- [How to complete this task]:
Below are entries; copy exactly the lines from the one with "restOfProduct, twoProduct, twoSum" through the one with "const lows = twoSum(a[1], b[1]);", both included, and leave out the rest.

Stored items
════

const GOLDEN = 0.3819660112501051; // (3 - root 5) / 2

/** Where a function is highest, and how high. */
export interface Highest {
  readonly at: number;
  readonly value: number;
}

/**
 * The highest point of a function with one hill between two points, its ends included.
 *
 * of: may be -Infinity, a NaN counts as that; tolerance: absolute, on the point; about the root of the digits of `of` is the best to be had.
 *
 * Example: maximise1d({ of: (x) => -(x - 1) * (x - 1), low: 0, high: 3 }).at = 1.
 * Source: Brent 1973, chapter 5.
 */
export function maximise1d(asked: {
  readonly of: (x: number) => number;
  readonly low: number;
  readonly high: number;
  readonly tolerance?: number;
}): Highest {
  const of = (x: number): number => {
    const value = asked.of(x);
    return Number.isNaN(value) ? -Infinity : value;
  };
  const tolerance = asked.tolerance ?? 1e-10;
  const ends = [asked.low, asked.high].map((at) => ({ at, value: of(at) }));
  const inner = climb({ of, low: asked.low, high: asked.high, tolerance });
  return ends.reduce((best, end) => (end.value > best.value ? end : best), inner);
}

function climb(asked: { of: (x: number) => number; low: number; high: number; tolerance: number }): Highest {
  const { of, tolerance } = asked;
  let { low, high } = asked;
  const start = low + GOLDEN * (high - low);
  let best: Highest = { at: start, value: of(start) };
  let second = best;
  let third = best;
  let step = 0;
  let stepBefore = 0;
  for (let round = 0; round < 200; round++) {
    const middle = (low + high) / 2;
    const fine = 1.5e-8 * Math.abs(best.at) * 1e-2 + tolerance / 3;
    if (Math.abs(best.at - middle) <= 2 * fine - (high - low) / 2) break;
    const guess = Math.abs(stepBefore) > fine ? vertex(best, second, third) : null;
    const fits =
      guess !== null && Math.abs(guess) < Math.abs(stepBefore) / 2 && best.at + guess > low && best.at + guess < high;
    stepBefore = fits ? step : (best.at < middle ? high : low) - best.at;
    step = fits ? guess : GOLDEN * stepBefore;
    const at = best.at + (Math.abs(step) >= fine ? step : step > 0 ? fine : -fine);
    const tried = { at, value: of(at) };
    if (tried.value >= best.value) {
      if (at >= best.at) low = best.at;
      else high = best.at;
      [third, second, best] = [second, best, tried];
    } else {
      if (at < best.at) low = at;
      else high = at;
      if (tried.value >= second.value || second.at === best.at) [third, second] = [second, tried];
      else if (tried.value >= third.value || third.at === best.at || third.at === second.at) third = tried;
    }
  }
  return best;
}

/** The step from the best of three points to the top of the parabola through them; null where there is none. */
function vertex(best: Highest, second: Highest, third: Highest): number | null {
  const r = (best.at - second.at) * (best.value - third.value);
  const q = (best.at - third.at) * (best.value - second.value);
  const above = (best.at - third.at) * q - (best.at - second.at) * r;
  const below = 2 * (q - r);
  const step = below === 0 ? Number.NaN : -above / below;
  return Math.abs(step) < Infinity ? step : null;
}
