import { type Pair, quickTwoSum, twoProduct, twoSum } from './error-free';

export { parseDecimal } from './decimal-text';
export { type Pair, restOfProduct, twoProduct, twoSum } from './error-free';

export const ZERO: Pair = [0, 0];
export const ONE: Pair = [1, 0];

/** A double as a pair with nothing in its low half. Example: fromNumber(2) = [2, 0]. */
export function fromNumber(value: number): Pair {
  return [value, 0];
}

/** The double nearest to a pair. Example: toNumber([1, 1e-20]) = 1. */
export function toNumber(value: Pair): number {
  return value[0] + value[1];
}

/** -a, exactly. Example: negate([1, 1e-20]) = [-1, -1e-20]. */
export function negate(a: Pair): Pair {
  return [-a[0], -a[1]];
}

/**
 * a + b, with an error below 3 * 2^-106 of the result, signs differing or not.
 *
 * Example: add([1, 1e-20], [-1, 0]) = [1e-20, 0].
 * Source: Joldes, Muller & Popescu 2017, algorithm 6.
 */
export function add(a: Pair, b: Pair): Pair {
  const highs = twoSum(a[0], b[0]);
  if (!isBounded(highs[0])) return [highs[0], 0];
  const lows = twoSum(a[1], b[1]);
  const first = quickTwoSum(highs[0], highs[1] + lows[0]);
  return quickTwoSum(first[0], first[1] + lows[1]);
}

/** a - b, as accurate as add. Example: subtract([1, 0], [1, -1e-20]) = [1e-20, 0]. */
export function subtract(a: Pair, b: Pair): Pair {
  return add(a, [-b[0], -b[1]]);
}

/**
 * a b, with an error below 5 * 2^-106 of the result.
 *
 * Example: multiply([0.1, 0], [0.1, 0]) = [0.010000000000000002, -8.326672684688674e-19].
 * Source: Joldes, Muller & Popescu 2017, algorithm 11.
 */
export function multiply(a: Pair, b: Pair): Pair {
  const product = twoProduct(a[0], b[0]);
  if (!isBounded(product[0])) return [product[0], 0];
  return quickTwoSum(product[0], product[1] + (a[1] * b[1] + (a[0] * b[1] + a[1] * b[0])));
}

/**
 * a / b by long division in three steps, with an error below 2^-102 of the result. Division by zero gives what doubles give.
 *
 * Example: divide([1, 0], [3, 0]) = [0.3333333333333333, 1.850371707708594e-17].
 */
export function divide(a: Pair, b: Pair): Pair {
  const first = a[0] / b[0];
  if (!isBounded(first) || first === 0 || !isBounded(b[0])) return [first, 0];
  const afterFirst = subtract(a, multiply(b, [first, 0]));
  const second = afterFirst[0] / b[0];
  if (!isBounded(second)) return [first, 0];
  const third = subtract(afterFirst, multiply(b, [second, 0]))[0] / b[0];
  const sum = quickTwoSum(first, second);
  return quickTwoSum(sum[0], sum[1] + third);
}

/**
 * The square root, with an error below 2^-102 of the result; NaN below 0.
 *
 * Example: squareRoot([2, 0]) = [1.4142135623730951, -9.667293313452912e-17].
 * Source: Karp & Markstein 1997.
 */
export function squareRoot(a: Pair): Pair {
  const first = Math.sqrt(a[0]);
  if (!isBounded(first) || first === 0) return [first, 0];
  const rest = subtract(a, twoProduct(first, first))[0];
  return quickTwoSum(first, rest / (2 * first));
}

function isBounded(value: number): boolean {
  return Math.abs(value) < Infinity;
}
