describe('a structure of one’s own', () => {
  it('is put together beside the stated one by the same control, and changed there', async () => {
    await goTo(page, 'Variance');
    const before = await planNow();
    await choose(
      page.locator('[data-part=candidates] .governed', { hasText: 'Put another structure beside' }),
      'a structure of your own',
    );
    const rival = page.locator('[data-part=rival]');
    await choose(rival.locator('.parts .governed').first(), /falling as a power of size/);
    await opened.picture('contract-rival');
    await faultless();
    await rival.getByRole('button', { name: 'Put it beside' }).click();
    const own = { parts: [{ kind: 'size-power', exponent: 'estimate' }, { kind: 'between' }], fixed: {} };
    await planHas({ beside: [...before.beside, own] });
    await fitted(page);
    await page
      .locator('[data-part=candidates] tbody tr')
      .nth(before.beside.length + 1)
      .waitFor();
    await page.locator('[data-part=candidates] tbody .governed').last().click();
    await panel().getByRole('button', { name: 'Change its parts' }).click();
    await choose(rival.locator('.governed', { hasText: 'to a power estimated here' }), 'Let the data say');
    await rival.locator('.parts .governed', { hasText: 'between cells' }).click();
    await panel().getByRole('button', { name: 'Take this part out' }).click();
    await rival.getByRole('button', { name: 'Keep it so' }).click();
    await planHas({ beside: [...before.beside, { parts: [{ kind: 'size-power', exponent: 'estimate' }] }] });
    await undoTo(before);
  });

  it('gives the weights, put together under the sentence that says so', async () => {
    await goTo(page, 'Fit');
    const before = await planNow();
    const found = page.locator('[data-part=how-found]');
    await choose(
      found.locator('.governed', { hasText: 'weights by the structure' }),
      /^◇ a structure of its own|a structure of its own/,
    );
    await planHas({ target: { parts: [{ kind: 'per-size' }] } });
    await fitted(page);
    const target = page.locator('[data-part=target]');
    await target.locator('.governed', { hasText: 'add a part' }).click();
    await panel().getByRole('button', { name: 'between cells, beyond sampling' }).click();
    await planHas({ target: { parts: [{ kind: 'per-size' }, { kind: 'between' }] } });
    await fitted(page);
    await opened.picture('contract-target');
    await faultless();
    await page.getByRole('button', { name: 'Undo: what the weights aim at' }).waitFor();
    await undoTo(before);
  });
});

describe('errors and tests', () => {
  const found = () => page.locator('[data-part=how-found]');
  const phrase = (text: string | RegExp) => found().locator('.governed', { hasText: text });
  let before: Plan;

  /** How the errors were found, told beside the coefficients that have them. */
  async function showsErrors(result: Result): Promise<void> {
    await showsFit(result);
    const told = plain(await page.locator('[data-part=errors]').innerText());
    expect(inferenceSentences(result).length).toBeGreaterThan(0);
    for (const sentence of inferenceSentences(result)) expect(told).toContain(plain(sentence));
  }

  beforeAll(async () => {
    await goTo(page, 'Fit');
    before = await planNow();
  });

  afterEach(() => backTo('Fit', before));

  it('sums residuals by clusters, one way or two, with the corrections that go with each', async () => {
    await choose(phrase('the stated structure'), 'residuals summed by clusters');
    await planHas({ inference: { kind: 'clustered', by: ['parish'], alsoBy: null, correction: 'CR2' } });
    await showsErrors(await fits());
    await choose(phrase('correction CR2'), 'CR3');
    await planHas({ inference: { correction: 'CR3' } });
    await showsErrors(await fits());
    await chooseColumns(phrase('one way alone'), ['year']);
    await planHas({ inference: { by: ['parish'], alsoBy: ['year'], correction: 'CR1' } });
    await showsErrors(await fits());
    await phrase('correction CR1').click();
    expect(await panel().getByRole('button', { name: 'CR2' }).isDisabled()).toBe(true);
    await opened.picture('contract-clustered');
    await page.keyboard.press('Escape');
    await faultless();
    await undoTo(before);
  });

  it('draws the signs of clusters anew, so many times, from a seed', async () => {
    await choose(phrase('the stated structure'), 'signs of clusters drawn anew');
    for (const [text, label, value] of [
      ['draws', 'How many draws', '499'],
      ['seed 1', 'The seed of the draws', '7'],
    ] as const) {
      await phrase(text).click();
      await panel().getByLabel(label).fill(value);
      await panel().getByRole('button', { name: 'Keep' }).click();
    }
    await planHas({ inference: { kind: 'wild', by: ['parish'], replications: 499, seed: 7 } });
    const result = await fits();
    await showsErrors(result);
    await showsTable(page.locator('[data-part=errors]'), wildTable(result));
    await page.locator('[data-part=errors]').scrollIntoViewIfNeeded();
    await opened.picture('contract-wild');
    await faultless('contract-wild');
    await undoTo(before);
  });

  it('corrects robust errors by any rule, and takes Kenward-Roger where the method goes with it', async () => {
    await choose(phrase('the stated structure'), /squared residuals/);
    await choose(phrase('correction HC3'), 'HC4');
    await planHas({ inference: { kind: 'robust', correction: 'HC4' } });
    await fitted(page);
    await undoTo(before);
    await choose(phrase('the stated structure'), /Kenward-Roger/);
    await planHas({ inference: { kind: 'kenward-roger' } });
    await showsErrors(await fits());
    await undoTo(before);
  });

  it('says which columns the tests look at, and takes a list of neighbours from a file', async () => {
    const tests = page.locator('[data-part=tests]');
    await chooseColumns(tests.locator('.governed').first(), ['distance_km', 'places_per_1000']);
    await planHas({ tests: { columns: ['distance_km', 'places_per_1000'], whiteColumns: null, neighbours: null } });
    await chooseColumns(tests.locator('.governed').nth(1), ['distance_km']);
    await planHas({ tests: { whiteColumns: ['distance_km'] } });
    const file = join(folder, 'borders.csv');
    writeFileSync(file, 'one,other\nArlow Green · 2023,Arlow Green · 2024\nBrackwater · 2023,Brackwater · 2024\n');
    await opened.choose(file);
    await tests.locator('.governed', { hasText: 'not named' }).click();
    await panel().getByRole('button', { name: 'Choose a file …' }).click();
    await planHas({ tests: { neighbours: 'borders.csv' } });
    await fitted(page);
    await page.locator('[data-part=evidence]', { hasText: 'borders.csv' }).waitFor();
    await tests.scrollIntoViewIfNeeded();
    await opened.picture('contract-tests');
    await faultless();
    await page.getByRole('button', { name: 'Undo: what the tests look at' }).waitFor();
    await undoTo(before);
    expect((await planNow()).tests).toBeNull();
  });

  it('names what was undone: the smallest difference that matters; what it takes to find it is told', async () => {
    await page.locator('[data-term=distance_km] .governed').click();
    await panel().getByLabel('Smallest difference that matters').fill('0.4');
    await panel().getByRole('button', { name: 'Keep' }).click();
    await page.getByRole('button', { name: 'Undo: the smallest difference that matters' }).waitFor();
    const result = await fits();
    await showsFit(result);
    await showsTable(page.locator('[data-part=takes]'), takesTable(result));
    await showsTable(page.locator('[data-part=together]'), togetherTable(result));
    await page
      .getByRole('navigation', { name: fitTexts.contents })
      .getByRole('button', { name: 'What it takes' })
      .click();
    await opened.picture('contract-takes');
    await faultless('contract-takes');
    await undoTo(before);
  });
});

════

- [Response to the task]:
export { type Pair, restOfProduct, twoProduct, twoSum } from './error-free';

export const ZERO: Pair = [0, 0];
export const ONE: Pair = [1, 0];

/** A double as a pair with nothing in its low half. Example: fromNumber(2) = [2, 0]. */
export function fromNumber(value: number): Pair {
  return [value, 0];
}

/** The double nearest to a pair. Example: toNumber([1, 1e-20]) = 1. */
export function toNumber(value: Pair): number {
  return value[0] + value[1];
}

/** -a, exactly. Example: negate([1, 1e-20]) = [-1, -1e-20]. */
export function negate(a: Pair): Pair {
  return [-a[0], -a[1]];
}

/**
 * a + b, with an error below 3 * 2^-106 of the result, signs differing or not.
 *
 * Example: add([1, 1e-20], [-1, 0]) = [1e-20, 0].
 * Source: Joldes, Muller & Popescu 2017, algorithm 6.
 */
export function add(a: Pair, b: Pair): Pair {
  const highs = twoSum(a[0], b[0]);
  if (!isBounded(highs[0])) return [highs[0], 0];
  const lows = twoSum(a[1], b[1]);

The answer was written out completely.